• [TASK INSTRUCTIONS]:
Read through the lines below for the string "toBeGreaterThanOrEqual" and copy each one that has it.

(Collected data entries)
++++++++++++++++++++
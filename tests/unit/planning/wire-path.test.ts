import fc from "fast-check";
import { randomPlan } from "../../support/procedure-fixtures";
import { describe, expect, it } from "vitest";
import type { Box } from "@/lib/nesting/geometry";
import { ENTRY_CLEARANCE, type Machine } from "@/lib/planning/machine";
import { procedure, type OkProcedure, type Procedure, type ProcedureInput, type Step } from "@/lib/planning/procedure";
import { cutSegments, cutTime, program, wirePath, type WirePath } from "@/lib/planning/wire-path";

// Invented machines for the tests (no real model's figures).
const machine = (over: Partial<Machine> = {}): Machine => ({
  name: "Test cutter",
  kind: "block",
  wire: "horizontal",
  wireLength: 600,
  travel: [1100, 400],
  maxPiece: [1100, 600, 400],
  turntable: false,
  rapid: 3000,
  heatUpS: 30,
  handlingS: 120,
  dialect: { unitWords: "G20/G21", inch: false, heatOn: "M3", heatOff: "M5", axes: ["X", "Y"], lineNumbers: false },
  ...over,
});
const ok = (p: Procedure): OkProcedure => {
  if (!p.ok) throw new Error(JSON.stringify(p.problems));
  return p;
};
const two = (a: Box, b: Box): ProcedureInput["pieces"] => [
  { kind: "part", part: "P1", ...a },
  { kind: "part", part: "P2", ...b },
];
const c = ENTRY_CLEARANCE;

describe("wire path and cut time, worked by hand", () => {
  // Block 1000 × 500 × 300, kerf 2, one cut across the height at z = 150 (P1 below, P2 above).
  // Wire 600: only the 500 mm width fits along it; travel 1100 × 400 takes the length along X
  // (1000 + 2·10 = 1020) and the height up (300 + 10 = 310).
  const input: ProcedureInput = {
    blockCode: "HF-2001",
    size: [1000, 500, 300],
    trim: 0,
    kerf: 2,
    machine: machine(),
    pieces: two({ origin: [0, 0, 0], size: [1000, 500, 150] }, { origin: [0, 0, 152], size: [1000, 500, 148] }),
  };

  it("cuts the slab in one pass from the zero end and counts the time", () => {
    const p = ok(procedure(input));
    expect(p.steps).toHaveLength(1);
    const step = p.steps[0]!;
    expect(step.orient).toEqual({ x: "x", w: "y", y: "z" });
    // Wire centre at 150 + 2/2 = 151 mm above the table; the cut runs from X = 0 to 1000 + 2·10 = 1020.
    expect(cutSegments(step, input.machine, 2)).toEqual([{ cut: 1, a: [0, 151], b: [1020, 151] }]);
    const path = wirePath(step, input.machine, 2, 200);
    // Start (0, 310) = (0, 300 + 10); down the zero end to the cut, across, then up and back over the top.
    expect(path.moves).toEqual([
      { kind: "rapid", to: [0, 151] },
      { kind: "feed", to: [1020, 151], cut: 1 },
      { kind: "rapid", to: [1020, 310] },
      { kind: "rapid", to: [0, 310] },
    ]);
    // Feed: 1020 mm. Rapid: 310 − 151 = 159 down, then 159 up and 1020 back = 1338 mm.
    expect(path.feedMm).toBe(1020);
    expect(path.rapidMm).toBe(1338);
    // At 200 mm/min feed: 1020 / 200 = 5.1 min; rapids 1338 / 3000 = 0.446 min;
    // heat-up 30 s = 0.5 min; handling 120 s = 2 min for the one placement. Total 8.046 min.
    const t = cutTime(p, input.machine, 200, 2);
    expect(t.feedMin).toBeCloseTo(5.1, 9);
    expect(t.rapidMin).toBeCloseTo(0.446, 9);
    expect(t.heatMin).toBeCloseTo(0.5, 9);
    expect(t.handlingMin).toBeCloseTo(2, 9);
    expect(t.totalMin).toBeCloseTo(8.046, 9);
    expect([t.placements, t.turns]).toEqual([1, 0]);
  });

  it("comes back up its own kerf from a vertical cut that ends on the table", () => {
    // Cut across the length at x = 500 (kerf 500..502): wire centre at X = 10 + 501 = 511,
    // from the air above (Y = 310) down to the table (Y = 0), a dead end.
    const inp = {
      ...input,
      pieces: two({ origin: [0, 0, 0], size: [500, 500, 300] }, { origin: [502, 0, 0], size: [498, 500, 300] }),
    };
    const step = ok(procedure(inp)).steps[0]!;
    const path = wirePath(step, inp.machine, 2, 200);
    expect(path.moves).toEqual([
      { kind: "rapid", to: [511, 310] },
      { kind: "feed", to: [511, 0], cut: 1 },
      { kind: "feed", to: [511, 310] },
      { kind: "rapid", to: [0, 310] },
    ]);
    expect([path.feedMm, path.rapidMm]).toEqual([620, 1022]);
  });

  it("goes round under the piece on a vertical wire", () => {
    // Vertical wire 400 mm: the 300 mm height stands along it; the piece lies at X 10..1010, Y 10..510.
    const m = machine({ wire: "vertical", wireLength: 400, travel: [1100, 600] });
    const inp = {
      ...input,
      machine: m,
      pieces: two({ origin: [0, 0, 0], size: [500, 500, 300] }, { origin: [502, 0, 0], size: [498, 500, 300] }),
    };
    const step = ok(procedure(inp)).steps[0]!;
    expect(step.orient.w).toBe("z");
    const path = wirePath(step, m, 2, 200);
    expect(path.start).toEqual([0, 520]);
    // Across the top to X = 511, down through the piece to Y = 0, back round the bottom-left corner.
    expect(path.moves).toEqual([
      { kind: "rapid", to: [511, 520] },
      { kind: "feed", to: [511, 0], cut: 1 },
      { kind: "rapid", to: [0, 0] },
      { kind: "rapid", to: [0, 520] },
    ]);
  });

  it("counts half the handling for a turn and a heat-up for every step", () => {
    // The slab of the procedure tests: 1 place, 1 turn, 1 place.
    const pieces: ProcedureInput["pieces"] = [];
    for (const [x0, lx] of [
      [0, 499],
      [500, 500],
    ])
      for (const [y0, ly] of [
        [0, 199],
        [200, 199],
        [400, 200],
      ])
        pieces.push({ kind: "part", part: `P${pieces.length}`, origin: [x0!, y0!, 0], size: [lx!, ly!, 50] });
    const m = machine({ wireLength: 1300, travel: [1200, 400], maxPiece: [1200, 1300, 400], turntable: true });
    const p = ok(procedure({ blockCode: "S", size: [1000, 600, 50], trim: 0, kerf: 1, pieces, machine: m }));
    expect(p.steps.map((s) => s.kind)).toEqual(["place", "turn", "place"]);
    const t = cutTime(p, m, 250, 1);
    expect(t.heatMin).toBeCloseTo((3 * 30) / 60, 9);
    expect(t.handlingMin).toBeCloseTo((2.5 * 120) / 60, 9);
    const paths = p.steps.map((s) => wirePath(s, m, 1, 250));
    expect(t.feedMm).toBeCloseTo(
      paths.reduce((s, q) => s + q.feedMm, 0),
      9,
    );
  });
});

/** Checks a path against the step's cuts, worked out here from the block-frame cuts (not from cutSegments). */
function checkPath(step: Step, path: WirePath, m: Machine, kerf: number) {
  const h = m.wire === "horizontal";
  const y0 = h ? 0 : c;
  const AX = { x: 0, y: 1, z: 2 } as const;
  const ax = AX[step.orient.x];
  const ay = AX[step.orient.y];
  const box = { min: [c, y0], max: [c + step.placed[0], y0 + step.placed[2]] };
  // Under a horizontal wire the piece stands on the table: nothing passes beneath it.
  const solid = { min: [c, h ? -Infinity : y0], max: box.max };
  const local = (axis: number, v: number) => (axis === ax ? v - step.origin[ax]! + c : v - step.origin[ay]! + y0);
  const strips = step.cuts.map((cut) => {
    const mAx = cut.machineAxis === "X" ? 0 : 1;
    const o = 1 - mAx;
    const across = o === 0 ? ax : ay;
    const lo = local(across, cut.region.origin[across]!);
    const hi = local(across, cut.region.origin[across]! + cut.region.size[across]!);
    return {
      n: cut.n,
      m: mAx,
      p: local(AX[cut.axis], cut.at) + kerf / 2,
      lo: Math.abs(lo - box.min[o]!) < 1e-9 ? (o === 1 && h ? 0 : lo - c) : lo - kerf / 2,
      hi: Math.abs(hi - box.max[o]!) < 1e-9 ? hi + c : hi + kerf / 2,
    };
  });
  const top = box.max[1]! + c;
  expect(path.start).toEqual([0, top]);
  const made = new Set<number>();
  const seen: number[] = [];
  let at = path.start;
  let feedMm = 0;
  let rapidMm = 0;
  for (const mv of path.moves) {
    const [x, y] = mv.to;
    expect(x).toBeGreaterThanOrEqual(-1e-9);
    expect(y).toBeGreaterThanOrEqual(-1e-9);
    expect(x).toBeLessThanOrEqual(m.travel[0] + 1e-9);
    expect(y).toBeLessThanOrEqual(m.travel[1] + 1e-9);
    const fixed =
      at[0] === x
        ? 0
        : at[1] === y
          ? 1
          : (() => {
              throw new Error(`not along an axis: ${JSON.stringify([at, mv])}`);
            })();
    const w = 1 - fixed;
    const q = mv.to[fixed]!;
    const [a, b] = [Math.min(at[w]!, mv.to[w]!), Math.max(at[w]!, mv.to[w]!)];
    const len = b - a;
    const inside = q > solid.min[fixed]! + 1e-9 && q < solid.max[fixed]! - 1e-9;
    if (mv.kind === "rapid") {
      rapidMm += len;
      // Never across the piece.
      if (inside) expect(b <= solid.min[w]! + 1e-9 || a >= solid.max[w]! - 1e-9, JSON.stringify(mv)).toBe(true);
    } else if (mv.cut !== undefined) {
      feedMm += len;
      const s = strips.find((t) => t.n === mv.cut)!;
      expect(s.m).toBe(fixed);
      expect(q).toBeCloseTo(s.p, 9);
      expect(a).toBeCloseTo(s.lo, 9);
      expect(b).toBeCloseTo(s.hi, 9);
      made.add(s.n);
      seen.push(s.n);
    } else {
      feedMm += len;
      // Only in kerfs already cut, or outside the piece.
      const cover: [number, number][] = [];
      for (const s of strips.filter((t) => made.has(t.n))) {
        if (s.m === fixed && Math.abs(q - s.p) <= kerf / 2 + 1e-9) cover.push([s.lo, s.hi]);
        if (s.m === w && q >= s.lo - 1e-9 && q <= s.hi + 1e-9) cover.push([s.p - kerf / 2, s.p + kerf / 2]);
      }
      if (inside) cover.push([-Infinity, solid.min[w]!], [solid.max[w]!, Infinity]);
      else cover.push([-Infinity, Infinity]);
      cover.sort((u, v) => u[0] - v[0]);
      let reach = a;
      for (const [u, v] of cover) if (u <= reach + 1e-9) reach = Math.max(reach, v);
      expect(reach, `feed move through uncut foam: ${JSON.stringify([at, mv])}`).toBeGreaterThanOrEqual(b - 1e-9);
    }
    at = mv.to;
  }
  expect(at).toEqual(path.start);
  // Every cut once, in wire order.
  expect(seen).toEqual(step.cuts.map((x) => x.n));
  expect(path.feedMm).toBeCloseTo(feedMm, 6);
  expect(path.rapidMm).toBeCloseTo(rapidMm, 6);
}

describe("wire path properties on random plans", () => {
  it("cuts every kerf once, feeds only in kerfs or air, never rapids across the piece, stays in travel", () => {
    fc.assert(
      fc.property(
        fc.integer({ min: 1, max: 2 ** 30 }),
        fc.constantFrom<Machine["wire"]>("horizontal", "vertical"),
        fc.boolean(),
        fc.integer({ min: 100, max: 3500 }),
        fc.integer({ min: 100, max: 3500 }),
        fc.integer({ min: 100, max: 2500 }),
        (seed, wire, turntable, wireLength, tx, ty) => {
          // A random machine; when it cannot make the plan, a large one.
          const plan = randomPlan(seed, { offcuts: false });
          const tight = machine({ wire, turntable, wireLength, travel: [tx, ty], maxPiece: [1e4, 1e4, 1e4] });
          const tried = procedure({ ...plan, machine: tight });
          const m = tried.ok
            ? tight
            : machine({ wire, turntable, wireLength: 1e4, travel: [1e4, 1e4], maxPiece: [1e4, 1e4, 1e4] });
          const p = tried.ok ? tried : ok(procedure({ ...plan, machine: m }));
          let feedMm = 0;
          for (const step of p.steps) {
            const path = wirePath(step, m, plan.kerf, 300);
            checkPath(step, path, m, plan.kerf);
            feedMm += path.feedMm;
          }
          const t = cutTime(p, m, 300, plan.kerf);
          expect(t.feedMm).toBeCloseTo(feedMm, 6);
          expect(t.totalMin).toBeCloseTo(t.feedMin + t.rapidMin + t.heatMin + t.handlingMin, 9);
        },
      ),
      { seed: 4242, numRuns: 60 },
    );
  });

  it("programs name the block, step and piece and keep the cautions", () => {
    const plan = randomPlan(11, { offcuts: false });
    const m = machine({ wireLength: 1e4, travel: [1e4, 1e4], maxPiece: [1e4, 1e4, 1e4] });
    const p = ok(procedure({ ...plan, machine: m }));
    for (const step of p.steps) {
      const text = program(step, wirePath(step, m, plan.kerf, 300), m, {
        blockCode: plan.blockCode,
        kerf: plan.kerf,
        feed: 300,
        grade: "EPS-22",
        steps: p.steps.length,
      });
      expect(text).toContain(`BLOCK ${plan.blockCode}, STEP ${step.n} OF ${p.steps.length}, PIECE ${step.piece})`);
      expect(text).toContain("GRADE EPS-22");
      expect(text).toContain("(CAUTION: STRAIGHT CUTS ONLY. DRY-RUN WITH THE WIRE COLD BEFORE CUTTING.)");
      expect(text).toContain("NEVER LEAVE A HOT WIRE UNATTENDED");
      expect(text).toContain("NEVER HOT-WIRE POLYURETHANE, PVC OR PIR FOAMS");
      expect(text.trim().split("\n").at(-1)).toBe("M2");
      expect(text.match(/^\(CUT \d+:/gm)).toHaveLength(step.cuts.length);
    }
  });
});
++++++++++++++++++++
• [REPLY]:
    expect(x).toBeGreaterThanOrEqual(-1e-9);
    expect(y).toBeGreaterThanOrEqual(-1e-9);
      expect(reach, `feed move through uncut foam: ${JSON.stringify([at, mv])}`).toBeGreaterThanOrEqual(b - 1e-9);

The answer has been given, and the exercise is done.